About this exercise.
From the first line onward, reproduce the records exactly; the final line to include is the one holding "point is at".

Dataset entries.
※

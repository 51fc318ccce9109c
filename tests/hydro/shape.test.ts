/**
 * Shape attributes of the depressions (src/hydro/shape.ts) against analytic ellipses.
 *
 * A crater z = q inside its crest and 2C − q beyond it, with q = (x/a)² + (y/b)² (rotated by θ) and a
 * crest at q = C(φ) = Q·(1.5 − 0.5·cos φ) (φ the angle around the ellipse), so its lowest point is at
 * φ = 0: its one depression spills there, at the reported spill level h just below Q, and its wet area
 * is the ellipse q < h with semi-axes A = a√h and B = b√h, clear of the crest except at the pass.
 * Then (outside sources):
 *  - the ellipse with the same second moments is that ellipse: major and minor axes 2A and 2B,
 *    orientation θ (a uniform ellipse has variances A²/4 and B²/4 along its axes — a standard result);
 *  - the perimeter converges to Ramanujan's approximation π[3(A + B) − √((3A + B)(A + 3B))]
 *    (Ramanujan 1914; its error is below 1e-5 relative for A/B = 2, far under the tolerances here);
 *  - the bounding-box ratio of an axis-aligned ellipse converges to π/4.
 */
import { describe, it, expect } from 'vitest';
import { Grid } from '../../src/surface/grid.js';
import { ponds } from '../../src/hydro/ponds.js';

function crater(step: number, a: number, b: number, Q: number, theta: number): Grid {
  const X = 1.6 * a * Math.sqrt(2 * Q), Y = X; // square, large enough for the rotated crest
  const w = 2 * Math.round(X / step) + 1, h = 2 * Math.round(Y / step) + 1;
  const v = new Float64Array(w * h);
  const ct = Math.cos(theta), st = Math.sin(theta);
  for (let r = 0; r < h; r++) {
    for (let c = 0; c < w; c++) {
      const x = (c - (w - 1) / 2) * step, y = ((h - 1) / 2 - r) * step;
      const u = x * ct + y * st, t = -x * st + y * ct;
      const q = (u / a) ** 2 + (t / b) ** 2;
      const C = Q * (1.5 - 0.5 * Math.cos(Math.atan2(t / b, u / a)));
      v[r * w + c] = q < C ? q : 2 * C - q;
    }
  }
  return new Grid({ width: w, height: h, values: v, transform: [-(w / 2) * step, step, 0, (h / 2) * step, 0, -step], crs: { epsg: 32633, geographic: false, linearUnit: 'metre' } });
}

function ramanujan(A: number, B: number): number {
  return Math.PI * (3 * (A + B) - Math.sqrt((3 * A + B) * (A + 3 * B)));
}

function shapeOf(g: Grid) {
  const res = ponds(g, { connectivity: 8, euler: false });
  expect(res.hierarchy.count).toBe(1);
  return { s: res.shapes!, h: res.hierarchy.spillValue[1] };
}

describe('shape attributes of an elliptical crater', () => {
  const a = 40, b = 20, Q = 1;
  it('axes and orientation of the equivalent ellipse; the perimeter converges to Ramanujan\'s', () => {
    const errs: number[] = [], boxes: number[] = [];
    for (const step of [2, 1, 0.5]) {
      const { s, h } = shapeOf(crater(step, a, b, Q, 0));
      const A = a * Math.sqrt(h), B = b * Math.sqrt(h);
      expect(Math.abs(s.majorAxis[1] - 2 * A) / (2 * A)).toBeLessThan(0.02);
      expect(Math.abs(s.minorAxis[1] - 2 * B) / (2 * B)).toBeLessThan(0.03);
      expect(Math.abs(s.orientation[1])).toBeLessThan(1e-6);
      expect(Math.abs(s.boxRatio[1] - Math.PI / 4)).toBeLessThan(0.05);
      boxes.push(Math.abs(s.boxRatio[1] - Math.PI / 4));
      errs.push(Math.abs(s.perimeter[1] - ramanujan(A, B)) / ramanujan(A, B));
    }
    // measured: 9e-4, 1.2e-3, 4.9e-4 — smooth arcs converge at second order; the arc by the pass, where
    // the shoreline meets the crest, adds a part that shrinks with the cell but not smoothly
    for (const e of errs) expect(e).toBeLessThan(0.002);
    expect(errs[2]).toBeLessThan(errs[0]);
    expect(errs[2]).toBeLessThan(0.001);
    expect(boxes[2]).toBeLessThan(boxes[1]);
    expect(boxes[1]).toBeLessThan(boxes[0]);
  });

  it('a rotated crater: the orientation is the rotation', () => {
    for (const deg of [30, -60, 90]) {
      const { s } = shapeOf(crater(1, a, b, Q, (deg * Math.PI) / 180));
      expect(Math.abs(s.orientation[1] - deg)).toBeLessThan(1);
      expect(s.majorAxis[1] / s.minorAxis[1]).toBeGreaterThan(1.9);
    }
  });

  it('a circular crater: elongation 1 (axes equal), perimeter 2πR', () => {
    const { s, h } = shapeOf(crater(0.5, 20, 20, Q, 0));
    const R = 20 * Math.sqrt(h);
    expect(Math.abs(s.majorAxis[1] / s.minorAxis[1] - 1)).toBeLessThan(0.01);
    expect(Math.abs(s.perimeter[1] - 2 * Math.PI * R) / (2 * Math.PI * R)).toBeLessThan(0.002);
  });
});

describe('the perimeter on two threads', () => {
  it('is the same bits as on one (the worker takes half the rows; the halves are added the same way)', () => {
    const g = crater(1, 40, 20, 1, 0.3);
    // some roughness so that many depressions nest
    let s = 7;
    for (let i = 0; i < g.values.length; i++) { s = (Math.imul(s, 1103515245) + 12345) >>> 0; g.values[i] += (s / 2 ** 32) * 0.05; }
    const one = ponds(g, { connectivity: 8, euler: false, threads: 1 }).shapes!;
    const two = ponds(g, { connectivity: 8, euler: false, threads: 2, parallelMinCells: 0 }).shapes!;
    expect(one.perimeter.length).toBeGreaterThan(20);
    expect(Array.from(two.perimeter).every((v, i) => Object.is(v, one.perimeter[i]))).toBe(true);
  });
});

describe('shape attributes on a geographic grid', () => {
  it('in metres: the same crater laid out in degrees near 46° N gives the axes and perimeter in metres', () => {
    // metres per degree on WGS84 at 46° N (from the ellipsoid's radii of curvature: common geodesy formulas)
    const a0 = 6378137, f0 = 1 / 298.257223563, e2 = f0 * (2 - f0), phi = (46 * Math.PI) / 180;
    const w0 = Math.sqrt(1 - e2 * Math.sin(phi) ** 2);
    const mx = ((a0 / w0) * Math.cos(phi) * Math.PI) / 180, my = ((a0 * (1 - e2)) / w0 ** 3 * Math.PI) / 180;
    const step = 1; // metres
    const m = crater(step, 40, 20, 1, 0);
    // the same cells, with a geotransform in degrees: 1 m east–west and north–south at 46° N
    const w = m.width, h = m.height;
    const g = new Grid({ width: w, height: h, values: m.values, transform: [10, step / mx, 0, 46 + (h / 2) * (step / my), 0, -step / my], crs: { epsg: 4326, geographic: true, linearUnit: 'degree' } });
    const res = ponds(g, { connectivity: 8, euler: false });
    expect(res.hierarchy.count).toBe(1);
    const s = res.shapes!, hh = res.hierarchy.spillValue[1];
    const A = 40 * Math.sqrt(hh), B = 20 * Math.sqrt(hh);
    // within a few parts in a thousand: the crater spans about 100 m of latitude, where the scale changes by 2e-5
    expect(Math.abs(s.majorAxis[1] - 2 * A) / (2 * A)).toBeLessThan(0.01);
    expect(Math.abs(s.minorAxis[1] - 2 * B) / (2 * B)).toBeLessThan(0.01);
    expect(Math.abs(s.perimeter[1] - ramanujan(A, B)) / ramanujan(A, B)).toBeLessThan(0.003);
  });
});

※

Exercise result.
repository 51fc318ccce9109c
filename tests/hydro/shape.test.ts
/**
 * Shape attributes of the depressions (src/hydro/shape.ts) against analytic ellipses.
 *
 * A crater z = q inside its crest and 2C − q beyond it, with q = (x/a)² + (y/b)² (rotated by θ) and a
 * crest at q = C(φ) = Q·(1.5 − 0.5·cos φ) (φ the angle around the ellipse), so its lowest point is at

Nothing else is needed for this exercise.